───── SUPPLIED DATA ─────

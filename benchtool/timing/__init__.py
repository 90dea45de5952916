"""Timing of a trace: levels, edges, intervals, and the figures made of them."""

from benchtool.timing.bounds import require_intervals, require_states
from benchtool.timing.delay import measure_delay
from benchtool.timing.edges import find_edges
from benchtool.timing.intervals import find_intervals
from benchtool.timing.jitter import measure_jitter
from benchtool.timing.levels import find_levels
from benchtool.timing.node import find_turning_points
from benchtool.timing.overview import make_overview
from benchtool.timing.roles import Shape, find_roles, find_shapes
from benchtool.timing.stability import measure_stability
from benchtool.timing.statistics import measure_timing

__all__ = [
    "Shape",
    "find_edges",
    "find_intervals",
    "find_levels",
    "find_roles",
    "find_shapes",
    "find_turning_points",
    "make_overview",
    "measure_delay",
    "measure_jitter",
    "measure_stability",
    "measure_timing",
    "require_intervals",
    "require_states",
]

─────
───── SUPPLIED DATA ─────

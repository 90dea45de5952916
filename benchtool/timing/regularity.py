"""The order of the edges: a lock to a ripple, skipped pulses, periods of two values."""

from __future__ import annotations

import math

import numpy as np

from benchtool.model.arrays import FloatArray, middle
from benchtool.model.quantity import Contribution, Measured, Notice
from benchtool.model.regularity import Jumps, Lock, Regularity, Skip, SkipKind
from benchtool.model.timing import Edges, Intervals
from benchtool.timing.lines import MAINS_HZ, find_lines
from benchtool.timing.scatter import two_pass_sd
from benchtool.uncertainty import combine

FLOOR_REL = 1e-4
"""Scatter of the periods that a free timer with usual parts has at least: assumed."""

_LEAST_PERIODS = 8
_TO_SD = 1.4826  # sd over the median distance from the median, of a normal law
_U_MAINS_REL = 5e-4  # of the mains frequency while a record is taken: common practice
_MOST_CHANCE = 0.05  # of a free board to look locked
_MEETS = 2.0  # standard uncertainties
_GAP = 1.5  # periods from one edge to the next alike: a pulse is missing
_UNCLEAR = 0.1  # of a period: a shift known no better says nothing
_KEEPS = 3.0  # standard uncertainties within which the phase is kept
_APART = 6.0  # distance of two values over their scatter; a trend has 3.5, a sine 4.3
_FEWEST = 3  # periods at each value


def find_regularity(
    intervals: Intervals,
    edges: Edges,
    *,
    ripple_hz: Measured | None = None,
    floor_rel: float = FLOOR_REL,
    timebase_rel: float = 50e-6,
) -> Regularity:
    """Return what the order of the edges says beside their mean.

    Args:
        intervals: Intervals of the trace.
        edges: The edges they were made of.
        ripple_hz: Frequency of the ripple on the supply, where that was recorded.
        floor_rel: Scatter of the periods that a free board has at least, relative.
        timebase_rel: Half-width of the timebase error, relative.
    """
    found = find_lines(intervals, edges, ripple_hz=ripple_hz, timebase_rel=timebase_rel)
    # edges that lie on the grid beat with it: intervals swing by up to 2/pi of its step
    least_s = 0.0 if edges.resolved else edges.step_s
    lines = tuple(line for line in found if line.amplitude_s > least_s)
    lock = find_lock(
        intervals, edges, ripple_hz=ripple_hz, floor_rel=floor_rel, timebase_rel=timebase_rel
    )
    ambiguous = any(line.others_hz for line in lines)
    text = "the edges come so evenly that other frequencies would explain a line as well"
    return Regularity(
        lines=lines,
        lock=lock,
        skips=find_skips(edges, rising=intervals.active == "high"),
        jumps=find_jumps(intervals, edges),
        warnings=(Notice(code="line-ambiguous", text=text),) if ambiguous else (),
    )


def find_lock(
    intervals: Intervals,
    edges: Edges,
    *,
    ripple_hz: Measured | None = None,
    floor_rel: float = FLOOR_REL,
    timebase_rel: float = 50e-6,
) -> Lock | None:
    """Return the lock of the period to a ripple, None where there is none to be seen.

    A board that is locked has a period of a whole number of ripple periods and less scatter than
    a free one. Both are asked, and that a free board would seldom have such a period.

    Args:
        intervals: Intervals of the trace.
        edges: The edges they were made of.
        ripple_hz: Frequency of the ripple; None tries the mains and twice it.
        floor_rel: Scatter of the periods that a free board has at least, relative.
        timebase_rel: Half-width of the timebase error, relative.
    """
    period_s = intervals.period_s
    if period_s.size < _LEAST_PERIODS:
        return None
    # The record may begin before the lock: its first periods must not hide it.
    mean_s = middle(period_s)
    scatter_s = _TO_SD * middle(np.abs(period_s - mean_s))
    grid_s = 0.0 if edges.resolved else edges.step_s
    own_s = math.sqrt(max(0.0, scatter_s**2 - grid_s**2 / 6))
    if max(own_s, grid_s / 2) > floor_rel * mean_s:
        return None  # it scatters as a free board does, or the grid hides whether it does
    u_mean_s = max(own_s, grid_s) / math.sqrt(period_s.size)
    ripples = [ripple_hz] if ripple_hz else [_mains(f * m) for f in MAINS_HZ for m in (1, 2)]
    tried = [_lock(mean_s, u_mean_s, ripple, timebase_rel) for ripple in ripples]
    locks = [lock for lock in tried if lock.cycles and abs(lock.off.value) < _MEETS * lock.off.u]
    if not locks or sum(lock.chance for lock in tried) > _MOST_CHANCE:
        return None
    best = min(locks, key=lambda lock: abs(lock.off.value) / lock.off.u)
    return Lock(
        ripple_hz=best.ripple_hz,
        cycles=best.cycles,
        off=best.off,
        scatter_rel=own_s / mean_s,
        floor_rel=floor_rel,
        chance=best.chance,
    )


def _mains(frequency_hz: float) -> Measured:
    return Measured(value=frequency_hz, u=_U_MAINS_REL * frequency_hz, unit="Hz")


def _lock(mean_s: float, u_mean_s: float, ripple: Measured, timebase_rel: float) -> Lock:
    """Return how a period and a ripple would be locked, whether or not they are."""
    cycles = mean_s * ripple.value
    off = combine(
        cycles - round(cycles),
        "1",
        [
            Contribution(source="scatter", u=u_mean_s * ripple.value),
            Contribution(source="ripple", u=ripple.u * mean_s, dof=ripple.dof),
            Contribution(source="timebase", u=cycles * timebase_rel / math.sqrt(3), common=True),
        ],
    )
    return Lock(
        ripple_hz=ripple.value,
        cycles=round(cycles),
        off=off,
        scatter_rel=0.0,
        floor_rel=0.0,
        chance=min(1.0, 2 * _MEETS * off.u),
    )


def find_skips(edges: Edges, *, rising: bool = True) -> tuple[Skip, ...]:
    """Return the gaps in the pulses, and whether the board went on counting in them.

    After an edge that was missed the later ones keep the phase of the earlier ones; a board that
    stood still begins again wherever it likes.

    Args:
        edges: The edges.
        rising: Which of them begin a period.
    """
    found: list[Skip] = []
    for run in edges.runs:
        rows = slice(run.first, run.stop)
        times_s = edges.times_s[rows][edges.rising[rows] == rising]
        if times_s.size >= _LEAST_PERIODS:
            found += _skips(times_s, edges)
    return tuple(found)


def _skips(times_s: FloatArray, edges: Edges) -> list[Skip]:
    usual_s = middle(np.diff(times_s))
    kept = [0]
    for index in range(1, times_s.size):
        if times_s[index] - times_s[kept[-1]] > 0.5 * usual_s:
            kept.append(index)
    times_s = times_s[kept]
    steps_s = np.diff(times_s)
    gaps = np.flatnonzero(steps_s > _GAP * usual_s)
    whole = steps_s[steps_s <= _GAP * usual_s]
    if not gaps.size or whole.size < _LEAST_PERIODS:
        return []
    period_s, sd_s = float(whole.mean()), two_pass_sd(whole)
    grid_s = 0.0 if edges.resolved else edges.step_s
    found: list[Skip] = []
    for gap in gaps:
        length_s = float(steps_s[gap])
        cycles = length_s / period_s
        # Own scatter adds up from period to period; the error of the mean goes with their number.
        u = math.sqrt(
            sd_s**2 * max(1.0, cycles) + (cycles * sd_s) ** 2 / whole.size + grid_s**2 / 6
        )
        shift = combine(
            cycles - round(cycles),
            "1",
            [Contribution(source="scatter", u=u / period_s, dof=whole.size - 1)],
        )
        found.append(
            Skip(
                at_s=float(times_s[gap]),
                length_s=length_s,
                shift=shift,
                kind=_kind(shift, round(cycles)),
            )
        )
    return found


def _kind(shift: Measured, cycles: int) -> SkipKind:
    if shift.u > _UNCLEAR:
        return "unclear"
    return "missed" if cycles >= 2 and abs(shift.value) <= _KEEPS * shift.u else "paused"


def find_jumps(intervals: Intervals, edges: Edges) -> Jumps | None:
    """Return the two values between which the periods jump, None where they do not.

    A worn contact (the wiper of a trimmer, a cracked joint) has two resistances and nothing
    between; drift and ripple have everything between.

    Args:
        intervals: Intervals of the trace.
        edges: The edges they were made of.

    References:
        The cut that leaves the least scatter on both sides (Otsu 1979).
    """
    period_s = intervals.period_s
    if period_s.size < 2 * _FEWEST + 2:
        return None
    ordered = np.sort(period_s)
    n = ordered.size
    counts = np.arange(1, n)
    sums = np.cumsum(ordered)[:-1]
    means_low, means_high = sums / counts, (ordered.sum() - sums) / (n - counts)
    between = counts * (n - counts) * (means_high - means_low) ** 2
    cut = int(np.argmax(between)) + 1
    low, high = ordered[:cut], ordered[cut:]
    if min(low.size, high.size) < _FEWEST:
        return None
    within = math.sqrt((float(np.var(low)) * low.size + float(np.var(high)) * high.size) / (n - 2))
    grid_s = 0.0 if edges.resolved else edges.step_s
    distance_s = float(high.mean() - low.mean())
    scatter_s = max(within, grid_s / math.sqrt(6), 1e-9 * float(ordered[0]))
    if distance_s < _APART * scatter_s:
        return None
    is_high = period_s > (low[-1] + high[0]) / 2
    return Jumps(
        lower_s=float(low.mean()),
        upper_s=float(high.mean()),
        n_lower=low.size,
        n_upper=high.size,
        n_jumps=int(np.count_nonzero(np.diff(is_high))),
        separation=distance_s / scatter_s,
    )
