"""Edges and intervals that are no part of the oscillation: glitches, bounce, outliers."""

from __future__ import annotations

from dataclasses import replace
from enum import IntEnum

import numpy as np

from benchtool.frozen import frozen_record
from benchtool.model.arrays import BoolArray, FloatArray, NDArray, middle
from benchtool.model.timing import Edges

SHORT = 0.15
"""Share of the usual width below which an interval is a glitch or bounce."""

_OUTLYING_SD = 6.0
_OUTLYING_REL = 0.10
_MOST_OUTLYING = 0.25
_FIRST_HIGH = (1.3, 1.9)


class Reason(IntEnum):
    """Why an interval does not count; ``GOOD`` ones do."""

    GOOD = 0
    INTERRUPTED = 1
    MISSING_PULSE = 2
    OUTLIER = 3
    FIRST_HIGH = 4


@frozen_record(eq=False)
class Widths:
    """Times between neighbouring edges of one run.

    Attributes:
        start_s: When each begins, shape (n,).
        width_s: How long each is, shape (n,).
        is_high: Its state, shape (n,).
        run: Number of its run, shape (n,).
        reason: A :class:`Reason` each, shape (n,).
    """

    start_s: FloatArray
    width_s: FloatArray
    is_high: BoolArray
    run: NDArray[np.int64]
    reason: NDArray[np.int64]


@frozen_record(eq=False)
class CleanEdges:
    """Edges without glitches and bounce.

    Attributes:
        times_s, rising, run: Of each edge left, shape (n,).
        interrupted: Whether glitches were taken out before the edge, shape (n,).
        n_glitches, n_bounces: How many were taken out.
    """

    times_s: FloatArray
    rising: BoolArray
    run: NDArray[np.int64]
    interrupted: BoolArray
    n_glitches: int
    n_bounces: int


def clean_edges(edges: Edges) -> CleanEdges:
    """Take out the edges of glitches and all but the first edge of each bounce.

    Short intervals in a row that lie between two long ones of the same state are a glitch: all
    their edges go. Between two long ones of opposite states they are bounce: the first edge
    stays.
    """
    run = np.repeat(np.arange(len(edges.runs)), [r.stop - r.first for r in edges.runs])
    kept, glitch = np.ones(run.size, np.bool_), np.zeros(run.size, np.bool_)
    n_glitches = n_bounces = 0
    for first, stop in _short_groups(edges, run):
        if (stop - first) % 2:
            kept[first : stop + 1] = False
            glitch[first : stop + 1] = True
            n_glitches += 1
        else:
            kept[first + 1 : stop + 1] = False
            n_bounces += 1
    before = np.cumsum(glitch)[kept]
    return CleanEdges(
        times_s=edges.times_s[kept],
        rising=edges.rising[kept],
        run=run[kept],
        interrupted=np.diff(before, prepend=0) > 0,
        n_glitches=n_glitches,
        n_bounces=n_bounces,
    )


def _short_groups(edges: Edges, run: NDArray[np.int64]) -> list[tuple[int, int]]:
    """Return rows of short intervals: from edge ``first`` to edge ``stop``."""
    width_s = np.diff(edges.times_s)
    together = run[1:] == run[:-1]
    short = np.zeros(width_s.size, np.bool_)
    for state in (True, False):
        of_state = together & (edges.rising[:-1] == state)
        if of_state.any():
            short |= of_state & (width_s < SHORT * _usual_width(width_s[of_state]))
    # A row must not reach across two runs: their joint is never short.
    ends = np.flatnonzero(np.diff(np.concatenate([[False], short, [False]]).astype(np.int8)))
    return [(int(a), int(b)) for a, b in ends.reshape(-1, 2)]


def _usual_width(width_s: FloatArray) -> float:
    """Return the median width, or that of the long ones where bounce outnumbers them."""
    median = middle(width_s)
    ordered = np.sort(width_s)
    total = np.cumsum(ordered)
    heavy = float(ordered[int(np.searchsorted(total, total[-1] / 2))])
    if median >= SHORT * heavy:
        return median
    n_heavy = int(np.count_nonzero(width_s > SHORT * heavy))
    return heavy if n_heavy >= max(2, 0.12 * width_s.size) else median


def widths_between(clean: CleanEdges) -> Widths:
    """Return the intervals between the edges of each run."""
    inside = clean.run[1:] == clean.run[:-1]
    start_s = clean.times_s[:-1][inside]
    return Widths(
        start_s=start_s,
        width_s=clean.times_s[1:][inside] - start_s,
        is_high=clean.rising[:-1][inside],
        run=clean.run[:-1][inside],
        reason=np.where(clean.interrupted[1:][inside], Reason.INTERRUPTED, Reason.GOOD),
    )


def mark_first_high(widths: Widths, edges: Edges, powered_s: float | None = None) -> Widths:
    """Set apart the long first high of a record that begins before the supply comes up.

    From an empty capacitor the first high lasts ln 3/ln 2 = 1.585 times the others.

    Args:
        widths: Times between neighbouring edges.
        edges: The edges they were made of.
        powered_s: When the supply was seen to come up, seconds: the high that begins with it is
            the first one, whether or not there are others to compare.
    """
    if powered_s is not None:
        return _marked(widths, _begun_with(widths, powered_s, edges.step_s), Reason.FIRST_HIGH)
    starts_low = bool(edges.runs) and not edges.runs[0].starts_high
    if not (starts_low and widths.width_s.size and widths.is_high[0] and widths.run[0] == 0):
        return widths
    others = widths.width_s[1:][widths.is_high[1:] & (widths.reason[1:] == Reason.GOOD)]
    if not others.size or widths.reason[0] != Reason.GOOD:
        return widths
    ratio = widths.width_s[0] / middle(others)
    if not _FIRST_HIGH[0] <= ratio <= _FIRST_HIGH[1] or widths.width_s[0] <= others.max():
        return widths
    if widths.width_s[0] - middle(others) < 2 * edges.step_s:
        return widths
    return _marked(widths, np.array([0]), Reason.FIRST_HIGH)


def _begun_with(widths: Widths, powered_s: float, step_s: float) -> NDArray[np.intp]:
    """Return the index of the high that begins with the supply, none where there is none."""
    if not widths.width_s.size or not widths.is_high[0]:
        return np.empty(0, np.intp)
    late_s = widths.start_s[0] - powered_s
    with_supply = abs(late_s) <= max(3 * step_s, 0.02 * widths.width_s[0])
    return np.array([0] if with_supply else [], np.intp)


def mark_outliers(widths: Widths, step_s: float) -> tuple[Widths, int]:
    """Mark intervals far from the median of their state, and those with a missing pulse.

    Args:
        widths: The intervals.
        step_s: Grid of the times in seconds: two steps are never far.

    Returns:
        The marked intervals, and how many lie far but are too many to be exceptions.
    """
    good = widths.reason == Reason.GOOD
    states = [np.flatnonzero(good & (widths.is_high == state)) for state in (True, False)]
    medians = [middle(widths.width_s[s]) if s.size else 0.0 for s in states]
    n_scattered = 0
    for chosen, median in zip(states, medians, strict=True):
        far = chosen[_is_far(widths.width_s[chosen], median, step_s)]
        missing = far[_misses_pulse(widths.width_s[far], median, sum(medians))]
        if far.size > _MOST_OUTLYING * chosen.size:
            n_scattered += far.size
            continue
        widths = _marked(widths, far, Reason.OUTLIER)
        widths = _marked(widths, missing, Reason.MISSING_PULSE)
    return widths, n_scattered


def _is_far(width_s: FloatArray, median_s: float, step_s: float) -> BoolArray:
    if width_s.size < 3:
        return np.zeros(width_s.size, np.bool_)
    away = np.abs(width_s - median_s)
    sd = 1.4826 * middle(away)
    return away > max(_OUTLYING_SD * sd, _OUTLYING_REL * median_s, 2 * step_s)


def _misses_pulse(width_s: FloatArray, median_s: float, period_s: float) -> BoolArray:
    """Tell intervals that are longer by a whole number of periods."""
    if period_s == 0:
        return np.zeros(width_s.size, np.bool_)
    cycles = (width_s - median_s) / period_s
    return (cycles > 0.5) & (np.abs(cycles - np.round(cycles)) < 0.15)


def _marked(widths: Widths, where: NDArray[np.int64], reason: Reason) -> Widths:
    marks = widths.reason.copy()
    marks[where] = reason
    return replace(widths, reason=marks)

─────

=== ACTIVITY ===
Lines that hold the word "them" are the ones to copy from the entries above.

=== EXERCISE SOLUTION ===
"""Timing of a trace: levels, edges, intervals, and the figures made of them."""
    """Return the gaps in the pulses, and whether the board went on counting in them.
        rising: Which of them begin a period.
    """Return the median width, or that of the long ones where bounce outnumbers them."""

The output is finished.